#### Exercise:
Locate and copy each line in the data that contains the word "return".

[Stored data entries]
== Segment start ==

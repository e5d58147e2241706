import { describe, expect, it } from 'vitest';
import { ATOMIC_MASS_UNIT, AVOGADRO, NEUTRON_MASS } from '#server/physics/constants/codata2022.ts';
import { parseFormula } from '#server/physics/tables/formula.ts';
import {
  DIFFERS_FROM_SEARS,
  NEUTRON_EDITION,
  NEUTRON_ENTRIES,
  NEUTRON_WAVELENGTH,
  absorptionAt,
  boundLength,
  neutronEntry,
} from '#server/physics/tables/neutron-lengths.ts';
import { naturalIsotopes, nuclide } from '#server/physics/tables/nuclides.ts';
import { expectRelative } from '#tests/support/expect-relative.ts';
import { refusal } from './refusal.ts';

const values = (name: string) => {
  const { sigmaCoherent, sigmaIncoherent, sigmaAbsorption } = neutronEntry(name);
  return [sigmaCoherent?.value, sigmaIncoherent?.value, sigmaAbsorption?.value];
};

/** 4π|b|² in barn; the imaginary part as printed, or b'' = sigma k/4π from the absorption. */
function fromLength(name: string): number {
  const { b, imaginary, sigmaAbsorption } = neutronEntry(name);
  const part = imaginary ?? (sigmaAbsorption?.value ?? 0) / (2000 * NEUTRON_WAVELENGTH);
  return (4 * Math.PI * ((b?.value ?? NaN) ** 2 + part ** 2)) / 100;
}

describe('the table of neutron scattering lengths', () => {
  it('holds the values of its edition', () => {
    expect(NEUTRON_EDITION).toBe('Rauch and Waschkowski 2003');
    const lengths = {
      H: -3.7409,
      'H-2': 6.674,
      C: 6.6484,
      O: 5.805,
      Si: 4.15071,
      V: -0.443,
      Cd: 4.83,
    };
    const heavy = { Au: 7.9, W: 4.755, Ti: -3.37, Pb: 9.401 };
    for (const [name, b] of Object.entries({ ...lengths, ...heavy })) {
      expect(boundLength(name).value, name).toBe(b);
    }
    expect(boundLength('H').uncertainty).toBe(0.0011);
    expect(boundLength('He-3')).toEqual({ value: 5.74, uncertainty: 0.07, imaginary: -1.48 });
  });

  it.each([
    ['H', [1.7568, 80.26, 0.3326]],
    ['H-2', [5.592, 2.05, 0.000519]],
    ['C', [5.551, 0.001, 0.0035]],
    ['V', [0.01838, 5.08, 5.08]],
    ['Al', [1.495, 0.0082, 0.231]],
    ['Cd', [3.04, 3.46, 2520]],
    ['Au', [7.32, 0.43, 98.65]],
  ])('%s has the cross sections of its edition, barn', (name, expected) => {
    expect(values(name)).toEqual(expected);
  });

  it('has the strong absorbers', () => {
    const strong = { 'He-3': 5333, 'B-10': 3835, 'Li-6': 940, Gd: 49700 };
    for (const [name, sigma] of Object.entries(strong)) {
      expect(neutronEntry(name).sigmaAbsorption?.value, name).toBe(sigma);
    }
  });

  it('reads uncertainties in last digits and in units alike, and upper limits as such', () => {
    // 940.0(4.0), 0.00747(1), <6.0E-6, 0.5(5)* in the source.
    expect(neutronEntry('Li-6').sigmaAbsorption).toEqual({ value: 940, uncertainty: 4 });
    expect(neutronEntry('He').sigmaAbsorption).toEqual({ value: 0.00747, uncertainty: 1e-5 });
    expect(neutronEntry('H-3').remark).toBe('sigma_abs is an upper limit');
    expect(neutronEntry('K-40').remark).toBe('b is an estimate; sigma_inc is an estimate');
  });

  it('obeys 4π|b|² = sigma_coherent within 3 %, except where it says that it does not', () => {
    let checked = 0;
    for (const { name, b, sigmaCoherent, contradiction } of NEUTRON_ENTRIES) {
      if (b === null || sigmaCoherent === null) continue;
      const sigma = fromLength(name);
      if (contradiction === null) {
        // Half a unit of the second decimal is the coarsest rounding of small cross sections.
        const bound = Math.max(0.03 * sigmaCoherent.value, sigmaCoherent.value < 0.3 ? 0.05 : 0);
        expect(Math.abs(sigma - sigmaCoherent.value), name).toBeLessThanOrEqual(bound);
      } else {
        expectRelative(contradiction, sigma, 1e-3);
        expect(Math.abs(sigma / sigmaCoherent.value - 1), name).toBeGreaterThan(0.029);
      }
      checked += 1;
    }
    expect(checked).toBe(335);
  });

  it('lists the known contradictions: gold, vanadium, holmium, xenon, tungsten', () => {
    // Gold 7.90 fm gives 7.843 b beside 7.32 b printed, vanadium 0.025 b beside 0.018 b.
    expectRelative(neutronEntry('Au').contradiction ?? NaN, 7.843, 1e-4);
    expectRelative(neutronEntry('V').contradiction ?? NaN, 0.02466, 1e-3);
    for (const name of ['Ho', 'Xe', 'W', 'Te', 'Ti', 'Sc']) {
      expect(neutronEntry(name).contradiction, name).not.toBeNull();
    }
    for (const name of ['H', 'C', 'O', 'Al', 'Si', 'Fe', 'Ni', 'Cu', 'Gd-157']) {
      expect(neutronEntry(name).contradiction, name).toBeNull();
    }
  });

  it('gives for elements what their isotopes give, an independent route', () => {
    for (const symbol of ['Cl', 'Cr', 'Fe', 'Ni', 'Cu', 'Ag', 'Pb', 'Mg', 'Li']) {
      const mean = naturalIsotopes(symbol).reduce(
        (sum, { name, abundance }) => sum + (abundance ?? 0) * boundLength(name).value,
        0,
      );
      expectRelative(boundLength(symbol).value, mean, 0.03);
    }
  });

  it('is within 0.006 fm of Sears 1992 but for the elements it lists', () => {
    // Sears, Neutron News 3 no. 3 (1992) 26: an edition of its own.
    const sears = {
      H: -3.739,
      'H-2': 6.671,
      C: 6.646,
      N: 9.36,
      O: 5.803,
      Al: 3.449,
      Si: 4.1491,
      Fe: 9.45,
      Ni: 10.3,
    };
    for (const [name, b] of Object.entries(sears)) {
      expect(Math.abs(boundLength(name).value - b), name).toBeLessThan(0.006);
    }
    expect(DIFFERS_FROM_SEARS).toHaveLength(20);
    expect(DIFFERS_FROM_SEARS).toContainEqual({ symbol: 'Au', here: 7.9, sears: 7.63 });
    expect(DIFFERS_FROM_SEARS).toContainEqual({ symbol: 'V', here: -0.443, sears: -0.3824 });
  });
});

describe('scattering-length densities recomputed from the lengths', () => {
  // 1e-6 per angstrom², from an independent program on the same edition (Debian python3-periodictable 1.6.0).
  it.each([
    ['H2O', 1, -0.5605],
    ['D2O', 1.107, 6.3754],
    ['Si', 2.33, 2.0737],
    ['SiO2', 2.2, 3.4753],
    ['Ni', 8.902, 9.4078],
    ['CH2', 0.94, -0.3363],
  ])('%s at %f g/cm³ has %f', (text, density, expected) => {
    const { parts, molarMass } = parseFormula(text);
    const sum = parts.reduce(
      (total, { name, count }) => total + count * boundLength(name).value,
      0,
    );
    const perVolume = (density * AVOGADRO) / molarMass / 1e24;
    expectRelative(perVolume * sum * 1e-5 * 1e6, expected, 2e-3);
  });
});

describe('free and bound', () => {
  it('hydrogen scatters a quarter as much when it can recoil', () => {
    // (A/(A + 1))² = 0.2497918: bound 82.02 b, free 20.488 b (Sears 1992; 20.49 b in handbooks).
    const ratio = (nuclide('H-1').atomicMass * ATOMIC_MASS_UNIT) / NEUTRON_MASS;
    const factor = (ratio / (1 + ratio)) ** 2;
    expectRelative(factor, 0.2497918, 1e-6);
    const { sigmaCoherent, sigmaIncoherent } = neutronEntry('H');
    const bound = (sigmaCoherent?.value ?? NaN) + (sigmaIncoherent?.value ?? NaN);
    expectRelative(bound, 82.02, 1e-4);
    expectRelative(bound * factor, 20.488, 1e-4);
  });
});

describe('absorption by 1/v', () => {
  it('is proportional to the wavelength', () => {
    expect(absorptionAt('He-3', NEUTRON_WAVELENGTH)).toEqual({ value: 5333, uncertainty: 7 });
    expectRelative(absorptionAt('B-10', 3.596).value, 7670, 1e-12);
    expectRelative(absorptionAt('V', 0.899).uncertainty ?? NaN, 0.02, 1e-12);
  });

  it('agrees with the imaginary length of He-3: sigma = 4π b″/k', () => {
    expectRelative(2000 * NEUTRON_WAVELENGTH * 1.48, absorptionAt('He-3', 1.798).value, 3e-3);
  });

  it.each([
    'Cd',
    'Cd-113',
    'Sm',
    'Eu',
    'Eu-151',
    'Gd',
    'Gd-157',
    'Dy',
    'Ir',
    'Rh',
    'In',
    'Er',
    'Lu',
    'Hg',
  ])('is refused for %s, which absorbs through a resonance', (name) => {
    expect(refusal(() => absorptionAt(name, 1.8))).toContain('does not follow 1/v');
  });

  it('is allowed for ordinary absorbers', () => {
    for (const name of ['H', 'Li', 'B', 'Cl', 'V', 'Fe', 'Ag', 'Au', 'Ta', 'He-3', 'Cd-114']) {
      expect(neutronEntry(name).resonant, name).toBe(false);
    }
  });

  it.each([0, -1, NaN, Infinity])('refuses a wavelength of %f', (wavelength) => {
    expect(refusal(() => absorptionAt('V', wavelength))).toContain('is not positive');
  });
});

describe('names', () => {
  it('find an element of one isotope under both names', () => {
    expect(neutronEntry('Au')).toMatchObject({ name: 'Au', b: { value: 7.9 } });
    expect(neutronEntry('Au-197')).toMatchObject({ name: 'Au-197', b: { value: 7.9 } });
    expect(neutronEntry('Rh').resonant).toBe(true);
  });

  it('are refused with the mend', () => {
    expect(refusal(() => boundLength('Eu-151'))).toContain('give `b` yourself');
    expect(refusal(() => boundLength('Kr-78'))).toContain('name the natural element');
    expect(refusal(() => neutronEntry('Tc'))).toContain('it has Tc-99');
    expect(refusal(() => neutronEntry('Fe-60'))).toContain('Fe-54, Fe-56, Fe-57, Fe-58');
    expect(refusal(() => neutronEntry('58Ni'))).toContain('write Ni-58');
    expect(refusal(() => neutronEntry('au'))).toContain('did you mean Au');
    expect(refusal(() => neutronEntry('Es'))).toContain('has no Es');
    expect(refusal(() => neutronEntry('toString'))).toContain('is not an element');
    expect(refusal(() => absorptionAt('Po', 1.8))).toContain('has no Po');
  });
});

== Segment end ==

#### Exercise answer:
  return [sigmaCoherent?.value, sigmaIncoherent?.value, sigmaAbsorption?.value];
  return (4 * Math.PI * ((b?.value ?? NaN) ** 2 + part ** 2)) / 100;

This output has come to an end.